- DIRECTIONS FOR THIS TASK: Every line of the records below that has the word "Minkowski" should be copied.

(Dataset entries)
*** Begin section ***

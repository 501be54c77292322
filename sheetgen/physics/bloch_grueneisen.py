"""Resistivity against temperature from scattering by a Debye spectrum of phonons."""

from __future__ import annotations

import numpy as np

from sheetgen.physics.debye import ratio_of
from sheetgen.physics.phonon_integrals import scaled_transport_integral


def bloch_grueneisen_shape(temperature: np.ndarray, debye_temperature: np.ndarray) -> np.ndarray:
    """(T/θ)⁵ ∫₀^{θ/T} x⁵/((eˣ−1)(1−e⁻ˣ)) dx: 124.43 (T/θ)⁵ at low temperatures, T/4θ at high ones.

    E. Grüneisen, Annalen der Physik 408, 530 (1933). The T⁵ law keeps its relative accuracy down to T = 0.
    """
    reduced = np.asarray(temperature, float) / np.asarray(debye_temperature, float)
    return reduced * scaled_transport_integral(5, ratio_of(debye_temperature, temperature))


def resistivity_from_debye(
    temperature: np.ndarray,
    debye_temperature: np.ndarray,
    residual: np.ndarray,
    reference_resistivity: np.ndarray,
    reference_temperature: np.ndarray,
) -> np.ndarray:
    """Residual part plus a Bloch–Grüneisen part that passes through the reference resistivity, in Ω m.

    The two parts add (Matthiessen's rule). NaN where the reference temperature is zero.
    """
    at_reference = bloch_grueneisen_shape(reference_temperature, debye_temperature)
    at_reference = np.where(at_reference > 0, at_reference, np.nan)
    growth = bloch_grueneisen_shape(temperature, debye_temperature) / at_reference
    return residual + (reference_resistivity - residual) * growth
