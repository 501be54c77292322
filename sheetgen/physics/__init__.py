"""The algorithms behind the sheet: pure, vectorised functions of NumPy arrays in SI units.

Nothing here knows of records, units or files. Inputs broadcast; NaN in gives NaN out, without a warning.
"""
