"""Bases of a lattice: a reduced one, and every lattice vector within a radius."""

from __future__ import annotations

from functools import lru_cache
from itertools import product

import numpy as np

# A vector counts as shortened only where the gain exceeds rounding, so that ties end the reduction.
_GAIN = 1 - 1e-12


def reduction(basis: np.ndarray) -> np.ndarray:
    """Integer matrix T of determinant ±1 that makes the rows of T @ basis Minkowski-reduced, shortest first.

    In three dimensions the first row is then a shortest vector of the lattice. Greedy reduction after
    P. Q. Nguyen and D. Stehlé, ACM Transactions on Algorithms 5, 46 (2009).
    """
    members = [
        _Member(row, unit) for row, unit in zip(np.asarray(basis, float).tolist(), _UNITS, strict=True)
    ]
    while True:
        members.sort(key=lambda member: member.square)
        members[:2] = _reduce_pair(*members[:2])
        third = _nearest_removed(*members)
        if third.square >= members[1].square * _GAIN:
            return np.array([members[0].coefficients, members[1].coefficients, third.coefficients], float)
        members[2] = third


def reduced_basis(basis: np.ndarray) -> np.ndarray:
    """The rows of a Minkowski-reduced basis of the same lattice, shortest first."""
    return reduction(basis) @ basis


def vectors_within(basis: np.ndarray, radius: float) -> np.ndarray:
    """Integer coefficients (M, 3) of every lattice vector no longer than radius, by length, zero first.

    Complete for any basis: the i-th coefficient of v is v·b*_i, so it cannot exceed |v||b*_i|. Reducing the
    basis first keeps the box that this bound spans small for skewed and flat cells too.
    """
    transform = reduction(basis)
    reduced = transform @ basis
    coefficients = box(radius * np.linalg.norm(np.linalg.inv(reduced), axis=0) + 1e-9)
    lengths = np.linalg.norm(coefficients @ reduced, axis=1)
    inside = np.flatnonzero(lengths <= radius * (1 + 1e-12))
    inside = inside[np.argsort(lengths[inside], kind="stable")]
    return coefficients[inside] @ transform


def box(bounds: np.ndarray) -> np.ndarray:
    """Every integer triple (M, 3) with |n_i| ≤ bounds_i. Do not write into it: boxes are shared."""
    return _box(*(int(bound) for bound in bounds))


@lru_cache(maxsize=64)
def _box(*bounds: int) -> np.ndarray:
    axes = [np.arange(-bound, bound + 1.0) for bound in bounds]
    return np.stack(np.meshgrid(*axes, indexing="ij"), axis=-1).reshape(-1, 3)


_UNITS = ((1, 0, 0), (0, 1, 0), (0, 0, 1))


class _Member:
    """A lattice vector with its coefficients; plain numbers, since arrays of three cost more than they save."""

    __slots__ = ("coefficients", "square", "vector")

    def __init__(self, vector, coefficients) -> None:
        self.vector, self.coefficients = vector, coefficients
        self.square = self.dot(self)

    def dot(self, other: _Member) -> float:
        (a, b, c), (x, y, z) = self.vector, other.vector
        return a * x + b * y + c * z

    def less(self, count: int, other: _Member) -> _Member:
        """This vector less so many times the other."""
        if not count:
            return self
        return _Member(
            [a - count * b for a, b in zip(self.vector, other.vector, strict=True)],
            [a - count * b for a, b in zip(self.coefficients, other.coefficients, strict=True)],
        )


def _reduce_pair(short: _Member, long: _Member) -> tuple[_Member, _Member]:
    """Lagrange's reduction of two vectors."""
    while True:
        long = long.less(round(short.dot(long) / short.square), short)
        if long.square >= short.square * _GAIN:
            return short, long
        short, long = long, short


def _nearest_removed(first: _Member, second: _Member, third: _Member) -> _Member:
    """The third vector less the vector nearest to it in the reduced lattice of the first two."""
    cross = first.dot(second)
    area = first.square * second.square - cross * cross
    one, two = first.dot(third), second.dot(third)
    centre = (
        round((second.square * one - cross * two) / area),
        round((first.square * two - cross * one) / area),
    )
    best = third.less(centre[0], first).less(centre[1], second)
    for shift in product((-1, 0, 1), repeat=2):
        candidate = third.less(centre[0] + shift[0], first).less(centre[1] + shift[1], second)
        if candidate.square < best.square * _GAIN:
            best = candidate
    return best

*** End section ***

- EXERCISE OUTPUT:
    """Integer matrix T of determinant ±1 that makes the rows of T @ basis Minkowski-reduced, shortest first.
    """The rows of a Minkowski-reduced basis of the same lattice, shortest first."""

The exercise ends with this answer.